Naruto will get a speed increase besides normal speed it'll be Senjusu-fied thus making him faster. Every ninja uses chakra to increase their speed and like I've said before using a stronger chakra will make Naruto faster. 

So yes Senjutsu increases Ninjutsu, Taijutsu, Genjutsu, speed, strength, defense, it increases everything. If Naruto had a physical strength boost of that much chances are his speed will also be improved to a boost of that level.


----------



## IpHr0z3nI (Oct 3, 2008)

Kyuubi Naruto said:


> Do you know how Senjutsu works? Of course it affects speed. Even Jiraiya proved it when he got faster.
> 
> Senjutsu makes strength, Ninjutsu, Taijutsu, Genjutsu, it makes all of it stronger mainly because of one reason.

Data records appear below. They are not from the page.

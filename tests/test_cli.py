"""The command line through its entry point and as a real process."""

from __future__ import annotations

import json
import os
import pathlib
import subprocess
import sys

import pytest

from beamplan.cli.main import main

PILOT = "layouts/pilot-line.yaml"

SHORT = """\
layout: short-demo
format: 1
sources: {src: {power: 1 kW}}
elements:
  t1: {kind: splitter, outputs: {a: {fraction: [0.2, 0.8]}, b: {}}}
scanners:
  s1: {power: 800 W}
  s2: {power: 800 W}
beamlines: ["src -> t1", "t1.a -> s1", "t1.b -> s2"]
"""

BROKEN = """\
layout: broken
format: 1
sources: {src: {power: 1 kW}}
elements:
  m1: {kind: mirror, reflectivity: 1.2}
scanners:
  s1: {power: 300 mJ}
beamlines: ["src -> m1 -> s9"]
"""


def run(capsys: pytest.CaptureFixture[str], *args: str) -> tuple[int, str, str]:
    code = main(list(args))
    out, err = capsys.readouterr()
    return code, out, err


def test_check_valid_layout(capsys: pytest.CaptureFixture[str]) -> None:
    code, out, _ = run(capsys, "check", PILOT)
    assert code == 0
    assert "valid layout 'pilot-line'" in out


def test_check_reports_every_error_located_and_exits_1(
        capsys: pytest.CaptureFixture[str], tmp_path: pathlib.Path) -> None:
    path = tmp_path / "broken.yaml"
    path.write_text(BROKEN)
    code, out, err = run(capsys, "check", str(path))
    assert code == 1
    assert out == ""
    lines = [line for line in err.splitlines() if ": error: " in line]
    # Positions counted by hand in BROKEN above (1-based line:column).
    assert any(line.startswith(f"{path}:5:36: error:") and "reflectivity" in line
               for line in lines), err
    assert any(line.startswith(f"{path}:7:15: error:") and "is an energy, not a power" in line
               for line in lines), err
    assert any(line.startswith(f"{path}:8:27: error:") and "'s9'" in line and "did you mean 's1'"
               in line for line in lines), err
    assert "Traceback" not in err


def test_usage_errors_exit_2(capsys: pytest.CaptureFixture[str]) -> None:
    assert run(capsys, "plan")[0] == 2
    assert run(capsys, "plan", PILOT, "--goal", "fastest")[0] == 2
    code, _, err = run(capsys, "plan", "no/such/layout.yaml")
    assert code == 2 and "no such layout file" in err


def test_plan_met_exits_0_and_short_exits_3(capsys: pytest.CaptureFixture[str],
                                            tmp_path: pathlib.Path) -> None:
    code, out, _ = run(capsys, "plan", PILOT)
    assert code == 0
    assert "MET" in out and "litho-p1" in out and "Planning estimates" in out
    path = tmp_path / "short.yaml"
    path.write_text(SHORT)
    code, out, _ = run(capsys, "plan", str(path))
    # 1 kW for 1.6 kW of need: each scanner gets 500 W (hand calculation), 300 W short.
    assert code == 3
    assert "SHORT" in out and "short 300.0 W" in out


def test_json_to_stdout_is_the_document_and_nothing_else() -> None:
    # A real process: HiGHS prints a banner from C code on file descriptor 1.
    env = {**os.environ, "NO_COLOR": "1"}
    proc = subprocess.run([sys.executable, "-m", "beamplan.cli.main", "plan", PILOT, "--json",
                           "-"], capture_output=True, text=True, env=env, check=False)
    assert proc.returncode == 0, proc.stderr
    doc = json.loads(proc.stdout)
    assert doc["format"] == "beamplan-plan/1"
    assert [s["id"] for s in doc["scanners"]] == ["litho-p1", "litho-p2", "litho-p3"]
    again = subprocess.run([sys.executable, "-m", "beamplan.cli.main", "plan", PILOT, "--json",
                            "-"], capture_output=True, text=True, env=env, check=False)
    assert again.stdout == proc.stdout  # byte-identical for the same input


def test_outputs_are_written_and_inputs_never_overwritten(
        capsys: pytest.CaptureFixture[str], tmp_path: pathlib.Path) -> None:
    layout = tmp_path / "copy.yaml"
    layout.write_text(pathlib.Path(PILOT).read_text())
    before = layout.read_bytes()
    code, _, err = run(capsys, "plan", str(layout), "--json", str(layout), "--quiet")
    assert code == 2 and "refusing to write over the input file" in err
    assert layout.read_bytes() == before
    report = tmp_path / "plan.json"
    code, _, _ = run(capsys, "plan", str(layout), "--json", str(report), "--csv",
                     str(tmp_path / "tables"), "--quiet")
    assert code == 0
    assert json.loads(report.read_text())["status"] == "met"
    names = sorted(p.name for p in (tmp_path / "tables").iterdir() if p.name[0] != ".")
    assert names == ["binding.csv", "elements.csv", "losses.csv", "scanners.csv", "sources.csv"]
    assert not [p for p in tmp_path.iterdir() if p.name.startswith(".beamplan-")]


def test_unwritable_output_exits_5(capsys: pytest.CaptureFixture[str]) -> None:
    code, _, err = run(capsys, "plan", PILOT, "--json", "/no/such/folder/plan.json", "--quiet")
    assert code == 5 and "cannot write" in err


def test_debug_shows_the_traceback(tmp_path: pathlib.Path) -> None:
    path = tmp_path / "broken.yaml"
    path.write_text(BROKEN)
    quiet = subprocess.run([sys.executable, "-m", "beamplan.cli.main", "check", str(path)],
                           capture_output=True, text=True, check=False)
    loud = subprocess.run([sys.executable, "-m", "beamplan.cli.main", "--debug", "check",
                           str(path)], capture_output=True, text=True, check=False)
    assert quiet.returncode == 1 and "Traceback" not in quiet.stderr
    assert loud.returncode != 0 and "Traceback" in loud.stderr


@pytest.mark.parametrize("goal", ["headroom", "min-source", "priority"])
def test_every_goal_runs_on_the_cli(capsys: pytest.CaptureFixture[str], goal: str) -> None:
    code, out, _ = run(capsys, "plan", PILOT, "--goal", goal, "--brief")
    assert code == 0
    assert f"goal       {goal}" in out


BROKEN_DIR = pathlib.Path(__file__).parent / "broken"


@pytest.mark.parametrize("path", sorted(BROKEN_DIR.glob("*.yaml")), ids=lambda p: p.stem)
def test_every_broken_layout_exits_1_with_located_one_line_errors(
        capsys: pytest.CaptureFixture[str], path: pathlib.Path) -> None:
    # The corpus's own first line names the expected code and position (hand count).
    expect = path.read_text().splitlines()[0].split()
    code_name, where = expect[2], expect[3]
    assert main(["check", str(path)]) == 1
    err = capsys.readouterr().err
    errors = [line for line in err.splitlines() if ": error: " in line]
    assert errors and "Traceback" not in err
    assert all(line.startswith(f"{path}:") for line in errors)
    assert any(line.startswith(f"{path}:{where}: error: ") for line in errors), (code_name, err)
    assert main(["plan", str(path), "--quiet"]) == 1
    capsys.readouterr()
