"""Tests for beamplan.report.beam_plots: the beam-size picture."""

from __future__ import annotations

import html
import math
import re

import pytest

from beamplan.physics.beam import PlaneBeam, drift
from beamplan.report.beam_plots import MAX_LABELS, MAX_LINES, beam_size_chart, label_subset


def _line(n: int, tag: str) -> list[tuple[float, float, float, str]]:
    # sizes from the beam physics: a drift from a 100 µm x 70 µm waist
    h, v = PlaneBeam(1e-4, 2e-5), PlaneBeam(7e-5, 1e-5)
    return [(2.0 * i, drift(h, 2.0 * i).size_m, drift(v, 2.0 * i).size_m,
             f"{tag}-m{i}" if i % 2 == 0 else "") for i in range(n)]


def _texts(svg: str) -> list[str]:
    # with svg.fonttype "none" (plots.STYLE) every text is one <text> element
    return [html.unescape(t) for t in re.findall(r"<text[^>]*>([^<]*)</text>", svg)]


def test_same_input_same_bytes() -> None:
    lines = [("line-a", _line(6, "a")), ("line-b", _line(3, "b"))]
    first = beam_size_chart(lines)
    assert first.data("svg") == beam_size_chart(lines).data("svg")
    assert first.data("png") == beam_size_chart(lines).data("png")
    assert first.data("pdf").startswith(b"%PDF-")


def test_names_lines_and_elements() -> None:
    texts = _texts(beam_size_chart([("north-line", _line(5, "n")),
                                    ("south-line", _line(5, "s"))]).svg())
    assert "north-line" in texts and "south-line" in texts
    # every named point is labelled (5 points, ids on the even ones: m0, m2, m4)
    assert {"n-m0", "n-m2", "n-m4", "s-m4"} <= set(texts)
    assert "n-m1" not in texts


def test_sizes_are_drawn_in_mm() -> None:
    # a 0.8 mm beam: the size axis (decimal ticks; the distance ticks are whole) tops
    # out near 0.8 (mm), not in the hundreds (µm) (hand calculation)
    svg = beam_size_chart([("x", [(0.0, 8e-4, 4e-4, "a"), (100.0, 8e-4, 4e-4, "b")])]).svg()
    ticks = [float(t) for t in _texts(svg) if re.fullmatch(r"\d+\.\d+", t)]
    assert max(ticks) == pytest.approx(0.8, abs=0.11)
    assert "rms size (mm)" in _texts(svg)


def test_one_point_and_empty_input() -> None:
    one = beam_size_chart([("lonely", [(3.0, 2e-4, 1e-4, "only")])]).svg()
    assert "lonely" in _texts(one) and "only" in _texts(one)
    empty = _texts(beam_size_chart([]).svg())
    assert "no beam lines to draw" in empty and "0 lines" in empty
    blank = _texts(beam_size_chart([("bare", [])]).svg())
    assert "1 line; no points: bare" in blank


def test_labels_are_capped() -> None:
    texts = _texts(beam_size_chart([("long", _line(80, "k"))]).svg())
    named = [t for t in texts if t.startswith("k-m")]
    assert len(named) == MAX_LABELS
    assert "k-m0" in named and "k-m78" in named  # the first and the last element
    assert f"long  ({40 - MAX_LABELS} more elements marked, not named)" in texts


def test_lines_are_capped() -> None:
    lines = [(f"line-{i:02d}", _line(3, f"l{i}")) for i in range(MAX_LINES + 4)]
    texts = _texts(beam_size_chart(lines).svg())
    assert "line-00" in texts and f"line-{MAX_LINES - 1:02d}" in texts
    assert f"line-{MAX_LINES:02d}" not in texts
    assert f"{MAX_LINES + 4} lines; the first {MAX_LINES} drawn, 4 more not shown" in texts


def test_bad_numbers_are_refused() -> None:
    with pytest.raises(ValueError, match="line 'x'"):
        beam_size_chart([("x", [(0.0, math.nan, 1e-4, "a")])])
    with pytest.raises(ValueError, match="not negative"):
        beam_size_chart([("x", [(0.0, -1e-4, 1e-4, "a")])])


@pytest.mark.parametrize("count, cap", [(0, 5), (3, 5), (20, 5), (100, 14), (7, 1), (7, 2)])
def test_label_subset(count: int, cap: int) -> None:
    chosen = label_subset(count, cap)
    assert len(chosen) == min(count, cap)
    assert chosen == sorted(set(chosen))
    if count and cap >= 2:
        assert chosen[0] == 0 and chosen[-1] == count - 1
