"""Quantities with units: the built-in table against pint, dimensions, errors."""

from __future__ import annotations

import math
import re

import pytest

from beamplan._pint import registry
from beamplan.units import DIMENSIONS, PINT_SPELLING, UnitError, parse_quantity


@pytest.mark.parametrize("dimension", sorted(DIMENSIONS))
def test_every_table_unit_agrees_with_pint(dimension: str) -> None:
    # Reference: pint's own unit definitions (a general-purpose library from PyPI).
    ureg = registry()
    dim = DIMENSIONS[dimension]
    target = {"rate": "1/hour", "fraction": "dimensionless"}.get(
        dimension, dim.si_unit.replace("²", "^2").replace("³", "^3"))
    for unit in dim.units:
        spelled = PINT_SPELLING.get(unit, unit.replace("µ", "u").replace("μ", "u"))
        spelled = re.sub(r"([a-zA-Z])([23])$", r"\1^\2", spelled)
        spelled = spelled.replace("²", "^2").replace("³", "^3")
        if unit in ("", "%", "percent", "ppm"):
            spelled = {"": "1", "%": "percent", "percent": "percent", "ppm": "ppm"}[unit]
        # 0.25 of each unit: 0.25 GW is inside the accepted range of a power (at most 1e9 W)
        expected = ureg.Quantity(f"0.25 {spelled}").to(target).magnitude
        assert parse_quantity(f"0.25 {unit}", dimension) == pytest.approx(expected, rel=1e-12), unit


def test_examples_and_plain_numbers() -> None:
    # Hand conversions (SI definitions, common practice).
    assert parse_quantity("11 kW", "power") == 11000.0
    assert parse_quantity(320, "power") == 320.0
    assert parse_quantity("0.5 %", "fraction") == pytest.approx(0.005)
    assert parse_quantity("30 mJ/cm^2", "dose") == pytest.approx(300.0)  # 1 mJ/cm² = 10 J/m²
    assert parse_quantity("1e-3 mbar", "pressure") == pytest.approx(0.1)
    assert parse_quantity("20 degC", "temperature") == pytest.approx(293.15)
    assert parse_quantity("5 deg", "angle") == pytest.approx(math.radians(5.0))


def test_pint_fallback_handles_units_outside_the_table() -> None:
    # 1 horsepower (mechanical) = 745.69987 W (pint's definition; NIST SP 811).
    assert parse_quantity("1 hp", "power") == pytest.approx(745.69987, rel=1e-6)
    assert parse_quantity("3 ft", "length") == pytest.approx(0.9144)  # 1 ft = 0.3048 m exactly


@pytest.mark.parametrize(("value", "dimension", "fragment"), [
    ("500 mJ", "power", "is an energy, not a power"),
    ("five watts", "power", "expected a power"),
    (True, "power", "expected a power"),
    ("inf W", "power", "expected a power"),
    ([1, 2], "length", "expected a length"),
    ("3 furlongs per fortnight", "power", "not a power"),
])
def test_bad_values_name_the_problem(value: object, dimension: str, fragment: str) -> None:
    with pytest.raises(UnitError) as info:
        parse_quantity(value, dimension)
    assert fragment in info.value.message
    assert info.value.hint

It's a stronger chakra and a massively stronger chakra at that. They use chakra for everything in this series and having a stronger chakra gives stronger results. Look at KN. He's fast and powerful because the chakra flowing through him is enough to grant him super strength and super speed. Sennin Naruto has super strength because of the chakra quality flowing through his body. It's nothing different than using regular chakra outside of how effective it is. To put it simply you use stronger chakra you get a stronger result.
> 
> ...



Im am not going to read your hypothesis rantings please just give me what I asked for. Show me the actual statement where it stated Senjutsu increases your speed. We have statements that it increases the following strength, Ninjutus strength, durability, chakara conservation, ,but something seem to be missing???????? Oh I know its speed booster. Unless you can give me a chapter in page number where it *states* this. Thanks for playing


----------



## NamiKazeKage (Oct 3, 2008)

All the fan boy comments make me sick.


We dont know anything about Naruto's HM or jutsu he learned.


So atm its WE DONT KNOW!


----------



## cosmosis90 (Oct 3, 2008)

IpHr0z3nI said:


> Im am not going to read your hypothesis rantings please just give me what I asked for. Show me the actual statement where it stated Senjutsu increases your speed. We have statements that it increases the following strength, Ninjutus strength, durability, chakara conservation, ,but something seem to be missing???????? Oh I know its speed booster. Unless you can give me a chapter in page number where it *states* this. Thanks for playing




dont be a smart-ass. the guy is kindly tryingto explain it to you and ure treating him like an idiot. if u cant handle the fact that sage chakra increases all stats then gtfo. seriously. we dont need jackasses like you putting down every naruto development because ure a tard.


----------



## Absolute Zero (Oct 3, 2008)

IpHr0z3nI said:


> Im am not going to read your hypothesis rantings please just give me what I asked for. Show me the actual statement where it stated Senjutsu increases your speed. We have statements that it increases the following strength, Ninjutus strength, durability, chakara conservation, ,but something seem to be missing???????? Oh I know its speed booster. Unless you can give me a chapter in page number where it *states* this. Thanks for playing


You're right, it isn't definitely stated in the manga that senjutsu boosts speed, but it is certainly implied.  Jiraiya began using extremely high speed maneuvers (IE the Ultimate Rasengan and the kick that blinded one of Pain's bodies) only once he was in Hermit Mode.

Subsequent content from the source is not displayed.